The Athenian Mercury – a London-based broadsheet, one-page, two-sided periodical, brainchild of John Dunton, a printer, not a therapist whose main aim was to make money. Walking in a London park one day, it occurred to him that the (male) patrons of London’s fashionable coffee houses might like to gin up their intellectual discussions with questions posed to a panel of experts – just Dunton and his brothers-in-law- and would pay to see the answers. Published and advertised as “Resolving all the most Nice and Curious Questions Proposed by the ingenious of Either Sex”, in 1690s London which included the world’s first personal advice column. Acclaimed American historian and Pulitzer Prize- finalist Mary Beth Norton’s “I Humbly Beg Your Speedy Answer” is a remarkable collection of questions and answers drawn from this ground-breaking publication.

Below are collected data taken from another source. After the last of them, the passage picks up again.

class NotchProcessor:
    """Block processor emulating an analog notch with a smoothed wet/dry mix.

    Parameters
    ----------
    z, p : array_like
        Analog zeros and poles in rad/s (scipy convention).
    k : float
        Analog gain.
    notch_hz : float
        Analog notch frequency in Hz (at or above Nyquist: the part below it is emulated;
        None for a network with no notch).
    mix : float, optional
        Wet/dry mix, 0 (dry) to 1 (full notch).
    smoothing_ms : float, optional
        Time in ms for mix changes and circuit crossfades, >= 0 (0: jump).
    tolerance_db : float, optional
        Fidelity tolerance passed to :func:`emulate.dsp.digital.design_sections`, > 0 dB
        (default 0.1 dB, the fidelity target; :func:`emulate.dsp.emulation.processor_for`
        asks for 0.05 dB for margin: on the bench_fidelity grid that costs one more
        section in 20 of 246 designs, never more than 3 sections in all).

    Raises
    ------
    BadValueError
        If ``mix`` or ``smoothing_ms`` is not allowed (the circuit is checked in
        :meth:`prepare`, when the rate is known).

    Example
    -------
    >>> w0 = 2 * np.pi * 6000.0
    >>> proc = NotchProcessor([1j * w0, -1j * w0], np.roots([1, 4 * w0, w0 ** 2]), 1.0, notch_hz=6000)
    >>> proc.prepare(48000, 2)
    >>> proc.process(np.zeros((256, 2))).shape
    (256, 2)
    """

    def __init__(self, z, p, k, *, notch_hz, mix=1.0, smoothing_ms=20.0, tolerance_db=0.1):
        self._circuit = (z, p, k, notch_hz)
        self._mix = check_mix(mix)
        self._smoothing_ms = _check_smoothing_ms(smoothing_ms)
        self._tolerance_db = tolerance_db
        self._fs = None
        self._channels = None
        self._stage = None
        self._old = None  # stage being faded out
        self._pending = None  # circuit waiting for the current fade to finish
        self._fade = np.zeros(3)
        self._mix_ramp = np.array([self._mix, 1.0, self._mix])
        self._delay = None
        self._scratch = None  # process_codes' work space, (3, chunk, channels)

    # --- lifecycle -----------------------------------------------------------

    def prepare(self, sample_rate, channels):
        """Design the sections at ``sample_rate`` Hz for ``channels`` channels and clear all state.

        Parameters
        ----------
        sample_rate : float
            Sample rate in Hz, > 0.
        channels : int
            Channel count, >= 1.

        Raises
        ------
        BadValueError
            If the rate, channel count or notch (not below Nyquist) is not allowed.
        CircuitError
            If the analog H(s) is improper or unstable.

        Example
        -------
        >>> w0 = 2 * np.pi * 1000.0
        >>> proc = NotchProcessor([1j * w0, -1j * w0], np.roots([1, 4 * w0, w0 ** 2]), 1.0, notch_hz=1000)
        >>> proc.prepare(44100, 1); proc.latency_samples <= 4  # the phase all-pass order, if any
        True
        """
        self._fs = check_sample_rate_hz(sample_rate)
        self._channels = check_count("channels", channels, 1)
        self._scratch = None
        self._stage = _Stage(self._design(*self._circuit), self._channels)
        self.reset()

    def reset(self):
        """Clear filter and delay state, finish any crossfade and jump the mix to its target.

        Raises
        ------
        EmulateError
            If :meth:`prepare` has not been called.

        Example
        -------
        >>> w0 = 2 * np.pi * 1000.0
        >>> proc = NotchProcessor([1j * w0, -1j * w0], np.roots([1, 4 * w0, w0 ** 2]), 1.0, notch_hz=1000)
        >>> proc.prepare(44100, 1); proc.reset()
        """
        self._require_prepared()
        if self._pending is not None:
            self._stage = _Stage(self._design(*self._pending), self._channels)
            self._pending = None
        self._old = None
        self._stage.state[:] = 0.0
        self._mix_ramp[:] = (self._mix, 1.0, self._mix)
        latency = self._stage.design.latency_samples
        self._delay = (np.zeros((latency, self._channels)), np.zeros(1, np.int64)) if latency else None

    # --- properties ----------------------------------------------------------

    @property
    def latency_samples(self):
        """int: Latency in samples of the current design (0 before :meth:`prepare`)."""
        return 0 if self._stage is None else int(self._stage.design.latency_samples)

    @property
    def fidelity_db(self):
        """float: Worst |dB| error of the current design against the analog (NaN before :meth:`prepare`)."""
        return math.nan if self._stage is None else float(self._stage.design.fidelity_db)

    @property
    def design(self):
        """DigitalNotch or None: The current digital design."""
        return None if self._stage is None else self._stage.design

    # --- settings ------------------------------------------------------------

    def set_mix(self, mix):
        """Move the wet/dry mix to ``mix`` over the smoothing time (linear ramp, no clicks).

        Parameters
        ----------
        mix : float
            0 (dry) to 1 (full notch), endpoints included.

        Raises
        ------
        BadValueError
            If ``mix`` is not in [0, 1].

        Example
        -------
        >>> w0 = 2 * np.pi * 1000.0
        >>> proc = NotchProcessor([1j * w0, -1j * w0], np.roots([1, 4 * w0, w0 ** 2]), 1.0, notch_hz=1000)
        >>> proc.set_mix(0.5)
        """
        self._mix = check_mix(mix)
        if self._fs is None:
            self._mix_ramp[:] = (self._mix, 1.0, self._mix)
            return
        distance = abs(self._mix - self._mix_ramp[RAMP_VALUE])
        self._mix_ramp[RAMP_STEP] = max(distance, 1e-12) / self._ramp_samples()
        self._mix_ramp[RAMP_TARGET] = self._mix

    def set_circuit(self, z, p, k, notch_hz):
        """Switch to a new analog circuit, crossfading from the old filter over the smoothing time.

        If a crossfade is still running, the new circuit waits until it ends
        (the latest request wins).  Before :meth:`prepare`, it just replaces the circuit.

        Parameters
        ----------
        z, p : array_like
            Analog zeros and poles in rad/s.
        k : float
            Analog gain.
        notch_hz : float
            Analog notch frequency in Hz, below Nyquist.

        Raises
        ------
        BadValueError
            If the notch is not below Nyquist at the prepared rate.
        CircuitError
            If the analog H(s) is improper or unstable.

        Example
        -------
        >>> w0 = 2 * np.pi * 1000.0
        >>> proc = NotchProcessor([1j * w0, -1j * w0], np.roots([1, 4 * w0, w0 ** 2]), 1.0, notch_hz=1000)
        >>> proc.prepare(44100, 1); proc.set_circuit([2j * w0, -2j * w0], np.roots([1, 8 * w0, 4 * w0 ** 2]), 1.0, 2000)
        """
        circuit = (z, p, k, notch_hz)
        if self._fs is None:
            self._circuit = circuit
            return
        design = self._design(*circuit)  # validate now, whatever happens next
        self._circuit = circuit
        if self._old is not None:
            self._pending = circuit
            return
        self._start_fade(design)

    def frequency_response(self, f_hz):
        """Complex response at ``f_hz`` of what :meth:`process` does once settled.

        The current design's sections and the dry path delayed by the latency, mixed at
        the mix target: ``(1 - m) exp(-j w L) + m H(exp(j w))``, evaluated from the
        second-order sections in one vectorised call (no impulse response, no
        truncation). A crossfade or mix ramp in progress is not included.

        Parameters
        ----------
        f_hz : array_like
            Frequencies in Hz (any shape, 0 to Nyquist meaningful).

        Returns
        -------
        ndarray of complex
            The response, the shape of ``f_hz``.

        Raises
        ------
        EmulateError
            If :meth:`prepare` has not been called.

        Example
        -------
        >>> w0 = 2 * np.pi * 1000.0
        >>> proc = NotchProcessor([1j * w0, -1j * w0], np.roots([1, 4 * w0, w0 ** 2]), 1.0, notch_hz=1000)
        >>> proc.prepare(48000, 1); float(abs(proc.frequency_response(1000.0))) < 1e-6
        True
        """
        self._require_prepared()
        f = np.asarray(f_hz, dtype=float)
        wet = digital._sos_response_z(self._stage.design.sos, f.ravel(), self._fs).reshape(f.shape)
        dry = np.exp(-2j * np.pi * f * self.latency_samples / self._fs)
        return (1.0 - self._mix) * dry + self._mix * wet

    # --- processing ----------------------------------------------------------

    def process(self, block):
        """Process one block of samples.

        Parameters
        ----------
        block : array_like, shape (frames, channels)
            Float samples, any frames >= 0, the prepared channel count, finite.

        Returns
        -------
        ndarray, shape (frames, channels)
            float64, a new array (the input is not modified).

        Raises
        ------
        EmulateError
            If :meth:`prepare` has not been called.
        BadValueError
            If the block is not 2-D with the prepared channel count, or holds NaN/Inf.

        Example
        -------
        >>> w0 = 2 * np.pi * 1000.0
        >>> proc = NotchProcessor([1j * w0, -1j * w0], np.roots([1, 4 * w0, w0 ** 2]), 1.0, notch_hz=1000, mix=0.0)
        >>> proc.prepare(44100, 1); float(proc.process(np.ones((4, 1)))[3, 0])
        1.0
        """
        x = self._check_block(block)
        wet = self._stage.run(x)
        if self._old is not None:
            _kernels().ramp_blend(self._old.run(x), wet, self._fade, wet)
            if self._fade[RAMP_VALUE] >= 1.0:
                self._end_fade()
        if self._old is None and self._mix_settled_at(1.0):
            return wet  # what ramp_blend gives at g = 1 (0 * dry + 1 * wet), without the pass
        dry = self._dry(x)
        out = np.empty_like(x)
        _kernels().ramp_blend(dry, wet, self._mix_ramp, out)
        return out

    def process_codes(self, codes, in_scale, encoder, out, skip=0):
        """Filter a block of integer codes straight into integer codes (a render's one pass).

        The codes written are those of ``encoder.encode(self.process(codes * in_scale)[skip:])``
        (the same arithmetic per sample, the same dither sequence), but computed in one
        kernel pass (:func:`emulate.dsp.kernels.filter_codes`) with no float block in
        memory. During a crossfade it takes that float path itself.

        Parameters
        ----------
        codes : ndarray of int16 or int32, shape (frames, channels), C-contiguous
            Input codes, left-aligned in their container (as libsndfile reads them).
        in_scale : float
            ``2**-(container bits - 1)``: what a code is worth (full scale 1.0).
        encoder : emulate.audio.encode.Encoder
            The output's encoder, integer PCM (its ``code_args`` and ``count_codes``).
        out : ndarray of ``encoder.code_dtype``, shape (frames - skip, channels), C-contiguous
            The output codes.
        skip : int, optional
            Output frames at the start filtered but dropped (latency compensation).

        Raises
        ------
        EmulateError
            If :meth:`prepare` has not been called, or the output held NaN/Inf.
        BadValueError
            If the arrays are not as described.

        Example
        -------
        >>> from emulate.audio.encode import Encoder
        >>> w0 = 2 * np.pi * 1000.0
        >>> proc = NotchProcessor([1j * w0, -1j * w0], np.roots([1, 4 * w0, w0 ** 2]), 1.0, notch_hz=1000, mix=0.0)
        >>> proc.prepare(44100, 1); out = np.empty((4, 1), np.int16)
        >>> proc.process_codes(np.full((4, 1), 1000, np.int16), 2.0 ** -15, Encoder("PCM_16", False, 0), out)
        >>> out[:, 0].tolist(), proc.latency_samples  # mix 0: the dry path, delayed by the latency
        ([0, 1000, 1000, 1000], 1)
        """
        self._require_prepared()
        self._check_codes(codes, out, skip)
        if self._old is not None:  # a crossfade: the float path (rare: live circuit changes)
            out[:] = encoder.encode(self.process(codes * in_scale)[skip:])
            return
        blend = not self._mix_settled_at(1.0)
        dry_buffer, dry_position = self._delay or (np.zeros((0, self._channels)), np.zeros(1, np.int64))
        if self._scratch is None:
            self._scratch = np.empty((3, _CHUNK_FRAMES, self._channels))
        stage = self._stage
        _kernels().filter_codes(codes, float(in_scale), stage.design.sos, stage.state, blend, self._mix_ramp,
                                dry_buffer, dry_position, int(skip), *encoder.code_args(), self._scratch, out)
        encoder.count_codes()

    # --- helpers -------------------------------------------------------------

    def _design(self, z, p, k, notch_hz):
        return design_sections(z, p, k, self._fs, notch_hz=notch_hz, tolerance_db=self._tolerance_db)

    def _mix_settled_at(self, value):
        ramp = self._mix_ramp
        return ramp[RAMP_VALUE] == ramp[RAMP_TARGET] == value

    def _ramp_samples(self):
        return max(1.0, round(self._smoothing_ms * 1e-3 * self._fs))

    def _start_fade(self, design):
        self._old = self._stage
        self._stage = _Stage(design, self._channels)
        self._fade[:] = (0.0, 1.0 / self._ramp_samples(), 1.0)

    def _end_fade(self):
        self._old = None
        if self._pending is not None:
            pending, self._pending = self._pending, None
            self._start_fade(self._design(*pending))

    def _dry(self, x):
        if self._delay is None:
            return x
        out = np.empty_like(x)
        _kernels().delay_line(x, self._delay[0], self._delay[1], out)
        return out

    def _require_prepared(self):
        if self._stage is None:
            raise EmulateError("NotchProcessor is not prepared; call prepare(sample_rate, channels) first")

    def _check_codes(self, codes, out, skip):
        channels = self._channels
        for name, a, frames in (("codes", codes, None), ("out", out, len(codes) - skip)):
            if (not isinstance(a, np.ndarray) or a.dtype not in (np.int16, np.int32) or a.ndim != 2
                    or a.shape[1] != channels or not a.flags.c_contiguous
                    or (frames is not None and len(a) != frames)):
                raise BadValueError(
                    f"{name} of {getattr(a, 'dtype', type(a).__name__)} {getattr(a, 'shape', '')} is not "
                    f"allowed; allowed: C-contiguous int16/int32 ({frames if frames is not None else 'frames'}, "
                    f"{channels})")
        if not 0 <= skip <= len(codes):
            raise BadValueError(f"skip {skip} is not allowed; allowed: 0 to {len(codes)} frames")

    def _check_block(self, block):
        self._require_prepared()
        x = np.asarray(block)
        if x.ndim != 2 or x.shape[1] != self._channels:
            raise BadValueError(
                f"block shape {x.shape} is not allowed; allowed: (frames, {self._channels}) as prepared"
            )
        if not (np.issubdtype(x.dtype, np.floating) or np.issubdtype(x.dtype, np.integer)):
            raise BadValueError(f"block dtype {x.dtype} is not allowed; allowed: real float samples")
        x = np.ascontiguousarray(x, dtype=np.float64)
        # a sum of finite samples is finite unless values near 1e308 overflow; only then
        # (or on a real NaN/Inf) is the per-sample check run
        if not math.isfinite(x.sum()) and not np.all(np.isfinite(x)):
            bad = np.argwhere(~np.isfinite(x))[0]
            raise BadValueError(
                f"block holds NaN/Inf samples (first at frame {bad[0]}, channel {bad[1]}); allowed: finite samples"
            )
        return x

Anonymous readers look for help with their most intimate romantic problems- about courting, picking a spouse, getting married, securing or avoiding parental consent, engaging in premarital sex and extramarital affairs, and much more. Spouses ask how to handle contentious marriages and tense relationships with in-laws.
Who wants advice from a perfect stranger, who will analyse from distance of the impartial scribe, to your intimate challenges. In the Victorian-era mass printing mass literacy, brought the “Problem-page” to publications such as The English Woman’s Domestic Magazine. From the 1950s, America stages Ann Landers (in her second iteration) and Dear Abby, who just happened to be twin sisters, brought their tart reflections to millions of readers, mainly thanks to syndication.
Happy families as described by Leo Tolstoy, it’s not a take that stands up to scrutiny, especially when you start to read the questions and answers from the world’s first personal advice column.
Norton, a scholar of Women’s and gender history, first came across these letters while researching an earlier book on women’s lives in colonial Atlantic world. She has selected questions and answers from the 20 volumes of the Mercury, and focuses solely on queries about “courtship, marriage and sexual behaviour”.
The lonely wonder how to meet a potential partner- or how to spark a warmer relationship with someone they already have an eye on. And both men and women inquire about how to extract themselves from relationships turned sour. Many of these concerns are delightfully strange and surprising, reflection forgotten social and romantic customs and using charmingly unfamiliar language in which, for example, “kissing is a luscious diet, a marriage might provide “much love and moderate conveniences,” and an “amorous disposition can lead to trouble,
Q: Who are the wisest, those that marry for love or for convenience?
“A: They are both fools if they marry for one without the other. Love without the necessary conveniences of life will soon wear thread-bare. Conveniences without love are no better than being chained to a post for the sake of a little meat.”
A self-described old maid writes regarding an offer of matrimony from “a gentleman I like”. Her parents are long dead, but her relations disapprove, “though I don’t know why”. The answer “You owe them no more than the possibility of taking their advice.”
In England, before 1753, there was no legal definitions of marriage, leading to several questions about the significance of contracts and or promises made between lovers.
The Mercury’s last issue appeared in 1697.
Norton’s book is delightful and entertaining, providing a unique, intriguing, and revealing picture of what has- and hasn’t- changed over the past three centuries when it comes to love, sex and relationships.
“I Humbly Beg Your Speedy Answer”: Letters on Love & Marriage from the World’s First Personal Advice Column by Mary Beth Norton, Princeton University Press £20/$24.95, 216 pages.